Outtake 4: The Prince’s Daughter
The fourth and last of published outtakes from Wang Lun, and the only one not dealing with the high politics of the Dzungar campaigns. It adds little to the other life-stories of the Truly Powerless, so dropping it from the published novel was no great loss.
First published in Das Kunstblatt IX/5 (1925) pp. 135-37
Translation © C D Godwin 2018
The daughter of a leading family from Shunde refused to marry the man to whom she had been betrothed since birth and, mistreated, ran away to seek out the Broken Melon. The league had turned southwest from the swamp of Dalou, tried to head north past Shunde, the county town, to reach the hard slopes of the Taihang range. This lady, from the Bai clan, was young, stubborn and spoilt, proud of her ancestry. There was no great willingness to take in ladies who went about on Golden Lotus feet; it required many days before such cripples, unused to leaving the house, were able to walk short distances with the help of sticks. Meanwhile they needed constant care, and even later had to be accompanied most of the time.
Miss Bai was inducted into the rules of the Broken Melon. Astonished and attracted by the lively atmosphere around her, she resolved to submit to one and all. But when one evening a brother approached her, she found herself in no condition to receive him. It did not please her, and she found it too great a price for the freedom and prospects of her present existence. She thought: it may be the rule I have agreed to, but I’d rather hold the men off on a case by case basis. When a respected member of the league remonstrated with her, she had to confess that in her heart she found this precious rule repugnant.
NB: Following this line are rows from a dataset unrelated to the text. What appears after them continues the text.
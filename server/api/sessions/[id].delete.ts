import { endSession } from '../../services/accounts/sessions'

/** Ends one of one's own sessions. */
export default apiHandler(async (event) => {
  const member = await requireMember(event, 'signed-in')
  if (!await endSession(member, idFromPath(event), new Date())) throw notFound()
  return { ended: true }
})
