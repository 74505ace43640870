import type { CertificateRow, CertificateState } from '#shared/api/certificates'
import type { CertificateStatement } from '#shared/certificates/statement'
import { withOrganisationBulk } from '../../database/tenancy'
import { instantOfUuidV7 } from '../ids/uuid-v7'
import type { Scope } from '../readings/reading-filters'

/** A certificate with all that proves it. */
export interface StoredCertificate {
  row: CertificateRow
  statement: CertificateStatement
  signature: Uint8Array
  keyId: string
}

interface Selected {
  id: string, number: number, code: string, reading_revision: number, revision: number, issued_at: Date, content: CertificateStatement
  signature: Uint8Array, key_id: string, withdrawn_at: Date | null, withdrawn_by_name: string | null, withdrawal_reason: string | null
}

export function stateOf({ withdrawn, revision, certified }: { withdrawn: boolean, revision: number, certified: number }): CertificateState {
  if (withdrawn) return 'withdrawn'
  return revision > certified ? 'superseded' : 'genuine'
}

/** All certificates of a reading, the latest first; null where there is no such reading that the caller may see. */
export async function certificatesOfReading(scope: Scope, readingId: string): Promise<StoredCertificate[] | null> {
  const sampledAt = instantOfUuidV7(readingId)
  if (!sampledAt) return null
  const { organisationId } = scope
  const rows = await withOrganisationBulk(organisationId, tx => tx<(Selected | { id: null })[]>`
    select c.id, c.number, c.code, c.reading_revision, r.revision, c.issued_at, c.content, c.signature, c.key_id, c.withdrawn_at, c.withdrawal_reason, p.name as withdrawn_by_name
    from readings r
    left join certificates c on c.organisation_id = r.organisation_id and c.reading_id = r.id
    left join people p on p.organisation_id = c.organisation_id and p.id = c.withdrawn_by
    where r.organisation_id = ${organisationId} and r.sampled_at = ${sampledAt} and r.id = ${readingId} and r.shop_id = any(${scope.shopIds}::uuid[])
    order by c.reading_revision desc`)
  if (rows.length === 0) return null
  return rows.filter(row => row.id !== null).map(row => storedOf(row as Selected))
}

function storedOf(row: Selected): StoredCertificate {
  return {
    row: {
      id: row.id,
      number: row.number,
      code: row.code,
      state: stateOf({ withdrawn: row.withdrawn_at !== null, revision: row.revision, certified: row.reading_revision }),
      readingRevision: row.reading_revision,
      issuedAt: row.issued_at.toISOString(),
      issuedBy: row.content.issuedBy.name,
      withdrawn: row.withdrawn_at && { at: row.withdrawn_at.toISOString(), by: row.withdrawn_by_name ?? '', reason: row.withdrawal_reason ?? '' },
    },
    statement: row.content,
    signature: row.signature,
    keyId: row.key_id,
  }
}
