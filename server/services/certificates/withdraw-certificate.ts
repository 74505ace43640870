import { withOrganisationBulk } from '../../database/tenancy'
import { appendAuditEvent } from '../audit/append-event'
import type { Scope } from '../readings/reading-filters'

/** Whether there is such a certificate in the caller's shops. */
export async function certificateExists(scope: Scope, id: string): Promise<boolean> {
  const { organisationId } = scope
  const found = await withOrganisationBulk(organisationId, tx => tx`select 1 from certificates where organisation_id = ${organisationId} and id = ${id} and shop_id = any(${scope.shopIds}::uuid[])`)
  return found.length > 0
}

/** Withdraws for good; the number stays used. @returns false where it was withdrawn before. */
export async function withdrawCertificate(scope: Scope, { id, personId, reason, now }: { id: string, personId: string, reason: string, now: Date }): Promise<boolean> {
  const { organisationId } = scope
  return withOrganisationBulk(organisationId, async (tx) => {
    const withdrawn = await tx<{ number: number }[]>`
      update certificates set withdrawn_at = ${now}, withdrawn_by = ${personId}, withdrawal_reason = ${reason}
      where organisation_id = ${organisationId} and id = ${id} and shop_id = any(${scope.shopIds}::uuid[]) and withdrawn_at is null returning number`
    if (withdrawn.length === 0) return false
    await appendAuditEvent(tx, {
      organisationId, at: now, actor: `person:${personId}`, action: 'certificate.withdrawn', entityKind: 'certificate', entityId: id, detail: { number: withdrawn[0]!.number, reason },
    })
    return true
  })
}
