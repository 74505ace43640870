import { listSessions } from '../../services/accounts/sessions'

/** One's own open sessions. */
export default apiHandler(async event => listSessions(await requireMember(event, 'signed-in'), new Date()))
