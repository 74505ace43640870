import type { CertificateState, PublicCertificate } from '#shared/api/certificates'
import { readCode } from '#shared/certificates/code'
import type { Designation } from '#shared/refrigerants/designations'
import { dayIn } from '#shared/text/times'
import type { VerdictKind } from '#shared/verdict/types'
import { withoutOrganisation } from '../../database/tenancy'

interface Found {
  state: CertificateState, number: number, shop_name: string, time_zone: string, demo: boolean, issued_at: Date, withdrawn_at: Date | null
  sampled_at: Date, verdict: VerdictKind, declared: Designation, digest: string
}

/** What anybody with the code may know; null where there is no such certificate. */
export async function findPublicCertificate(typed: string): Promise<PublicCertificate | null> {
  const code = readCode(typed)
  if (!code) return null
  const [found] = await withoutOrganisation(client => client<Found[]>`select * from find_certificate(${code})`)
  if (!found) return null
  const day = (at: Date) => dayIn(at.toISOString(), found.time_zone)
  return {
    state: found.state,
    code,
    number: found.number,
    shop: found.shop_name,
    demo: found.demo,
    issuedOn: day(found.issued_at),
    sampledOn: day(found.sampled_at),
    withdrawnOn: found.withdrawn_at && day(found.withdrawn_at),
    verdict: found.verdict,
    declared: found.declared,
    digest: found.digest,
  }
}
Out of concern for certain brothers who were unsettled by her, they tried to persuade her to leave the league; and in fact she walked for four days, in the company of a woman, towards Shunde, her home town. But then she was overcome by fear of her father, and sinking down amid mulberries in broad daylight bewailed her fate, called out to passers-by, and as she would neither come nor go was led by the woman with a great deal of difficulty back to where the league was camping. There she declared despairing that she would submit to all if only she might not die.
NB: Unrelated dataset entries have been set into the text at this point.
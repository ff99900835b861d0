import { spawn } from 'node:child_process';
import fs from 'node:fs';
import os from 'node:os';
import path from 'node:path';
import { expect, test } from 'vitest';
import { seededRandom } from '@/calc/index';
import { makeDataSource } from '@/server/data-source';
import { Alert } from '@/server/entities/alert';
import { Charge } from '@/server/entities/charge';
import { ChargeEvent } from '@/server/entities/charge-event';
import { at, hour, makeBench, running } from '../charges/bench';

const root = path.resolve(import.meta.dirname, '../../..');
/** Test seconds are these many seconds of the bench: the five hours of the charges pass in half a minute. */
const speed = 600;
const kills = 6;

/** Runs the sleeper in a process of its own until it is done, or is killed `lifeMs` after it was up. */
function life(args: string[], lifeMs: number | null): Promise<{ told: string[]; done: boolean }> {
  return new Promise((resolve, reject) => {
    const child = spawn(
      process.execPath,
      ['--import', 'tsx', path.join(import.meta.dirname, 'kill-child.ts'), ...args],
      {
        cwd: root,
        stdio: ['ignore', 'pipe', 'pipe'],
      },
    );
    let out = '';
    let errors = '';
    let timer: NodeJS.Timeout | null = null;
    child.stderr.on('data', (chunk: Buffer) => (errors += chunk.toString()));
    child.stdout.on('data', (chunk: Buffer) => {
      out += chunk.toString();
      if (lifeMs !== null && timer === null && out.includes('up\n'))
        timer = setTimeout(() => child.kill('SIGKILL'), lifeMs);
    });
    child.on('error', reject);
    child.on('exit', (code, signal) => {
      if (timer) clearTimeout(timer);
      if (code !== 0 && signal !== 'SIGKILL') reject(new Error(`The sleeper ended with ${code}: ${errors}`));
      const lines = out.split('\n');
      const told = lines.filter((line) => line.startsWith('told ')).map((line) => line.slice(5));
      resolve({ told, done: lines.includes('done') });
    });
  });
}

test(`killed ${kills} times at any moment, the sleeper brings 3 charges to their check with one alert a cause`, async () => {
  const folder = fs.mkdtempSync(path.join(os.tmpdir(), 'bidewell-kill-'));
  const bench = await makeBench();
  try {
    const charges = [
      await running(bench, { spareId: await bench.spare('S-1') }),
      await running(bench, { spareId: await bench.spare('S-2') }, { channel: 'B1', finish: 'on-the-mark' }),
      await running(bench, { spareId: await bench.spare('S-3') }, { channel: 'C1', way: 'group-by-group' }),
    ];
    const file = path.join(folder, 'bidewell.sqlite');
    await bench.server.deps.dataSource.query(`VACUUM INTO '${file}'`);
    const end = Math.max(...charges.slice(0, 2).map((charge) => at(charge.checkDueAt))) + hour;
    const args = [file, bench.server.clock.now(), Date.now(), speed, end].map(String);
    const random = seededRandom(5);
    const told = new Set<string>();
    for (let kill = 0; kill < kills; kill += 1)
      for (const id of (await life(args, 100 + random() * 1500)).told) told.add(id);
    const last = await life(args, null);
    expect(last.done).toBe(true);
    for (const id of last.told) told.add(id);

    const dataSource = await makeDataSource(file).initialize();
    try {
      const alerts = await dataSource.manager.find(Alert);
      const rows = await dataSource.manager.find(Charge);
      const stage = new Map(rows.map((row) => [row.id, row.stage]));
      expect(charges.slice(0, 2).map((charge) => stage.get(charge.id))).toEqual(['check-due', 'check-due']);
      // The third waits for its swap since hours: nobody has been there.
      expect(alerts.filter((alert) => alert.kind === 'step-swap').map((alert) => alert.chargeId)).toEqual([
        charges[2]!.id,
      ]);
      for (const charge of charges.slice(0, 2)) {
        const own = alerts.filter((alert) => alert.chargeId === charge.id);
        expect(own.filter((alert) => alert.kind === 'check-due')).toHaveLength(1);
        expect(own.filter((alert) => alert.kind === 'overdue')).toHaveLength(1);
        expect(own.filter((alert) => alert.kind === 'charge-done').length).toBeLessThanOrEqual(1);
        const events = await dataSource.manager.findBy(ChargeEvent, { chargeId: charge.id });
        for (const kind of ['resting', 'check-due'])
          expect(
            events.filter((event) => event.kind === kind),
            kind,
          ).toHaveLength(1);
      }
      expect(new Set(alerts.map((alert) => alert.cause)).size).toBe(alerts.length);
      // Whatever was told is in the database under the same id.
      const known = new Set(alerts.map((alert) => alert.id));
      expect([...told].filter((id) => !known.has(id))).toEqual([]);
    } finally {
      await dataSource.destroy();
    }
  } finally {
    await bench.server.close();
    fs.rmSync(folder, { recursive: true, force: true });
  }
}, 300_000);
Ma No ordered that no one should approach her; but the inevitable happened.
After she had lived peaceably as one of them for a few weeks, she became withdrawn. On some days she was more amiable, and once someone discovered that every noontime she went to a particular boulder near the camp to hide a letter, and in the evening went there again to find a reply. Investigations found that she was in correspondence with a notorious teahouse in her home town, and intended to sell herself as a lady of pleasure as protection against her father. As soon as this became known among the brothers, they shunned her and demanded her expulsion.
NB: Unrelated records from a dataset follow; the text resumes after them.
import { describe, expect, it } from 'vitest';
import { common, earliestBegin, united, without } from '@/server/services/bench-plan/spans';

const span = (from: number, to: number) => ({ from, to });

describe('the earliest begin', () => {
  it('of 30 between what is taken is the first gap of 30, and may end where the next begins', () => {
    const taken = [span(0, 10), span(39, 50), span(80, 90)];
    expect(earliestBegin([span(0, 1000)], taken, 30)).toBe(50);
    expect(earliestBegin([span(0, 1000)], taken, 29)).toBe(10);
    expect(earliestBegin([span(0, 1000)], taken, 31)).toBe(90);
  });

  it('lies in a stretch in which it may begin, the last instant of it included, and not before it is wished', () => {
    expect(earliestBegin([span(0, 20), span(60, 70)], [span(0, 21)], 5)).toBe(60);
    expect(earliestBegin([span(0, 20)], [span(0, 20)], 5)).toBe(20);
    expect(earliestBegin([span(0, 20)], [span(0, 21)], 5)).toBeNull();
    expect(earliestBegin([span(0, 20), span(60, 70)], [], 5, 15)).toBe(15);
    expect(earliestBegin([span(0, 20), span(60, 70)], [], 5, 65)).toBe(65);
    expect(earliestBegin([span(0, 20), span(60, 70)], [], 5, 71)).toBeNull();
  });
});

describe('stretches of the day', () => {
  it('are joined where they touch, cut by one another, and counted in both', () => {
    expect(united([span(5, 9), span(0, 5), span(20, 30)])).toEqual([span(0, 9), span(20, 30)]);
    expect(without([span(0, 30)], [span(10, 12), span(25, 40)])).toEqual([span(0, 10), span(12, 25)]);
    expect(common([span(0, 10), span(20, 30)], [span(5, 25)])).toEqual([span(5, 10), span(20, 25)]);
  });
});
Miss Bai, a well brought up girl, played the lute, and went along village streets by day, singing like a madwoman the sorrows of a young princess who, spurning her betrothed, went to seek the Western Paradise in the Kunlun, and on the way was made drunk and forced to marry a turtle. She always sang the ballad differently, now in improvised verses bringing her present misfortune to the fore, now seduced by a fox, who led her to the walls that secured the Western Paradise only to bite off the little head with its scraggly pigtails. Every evening she went back and prayed with the sisters.
Before she had managed, blessed by the outward peace she could now enjoy, to put the finishing touches to the latest version of her song – in which she abandoned her betrothed, passed through rocky landscapes and over rivers towards the Kunlun, and a snappish longnosed demon who joined her along the way forced her by means of a little magic sword to scrub the soles of his feet – she was found hanging on the wall of a porcelain factory, in her mouth the moonshaped thumb ring with which she plucked the lutestrings.
The Prefect of the district made enquiries about the deceased; her father was informed. The prince, ashamed of his daughter, kept silent. Subordinate offices held back the Prefect’s report because they knew that their superiors in the county capital were loathe to become involved in the highly precarious sectarian situation. And so the report was left lying. Ma No did not give up the offenders. The brothers had imposed a fearfully strict discipline.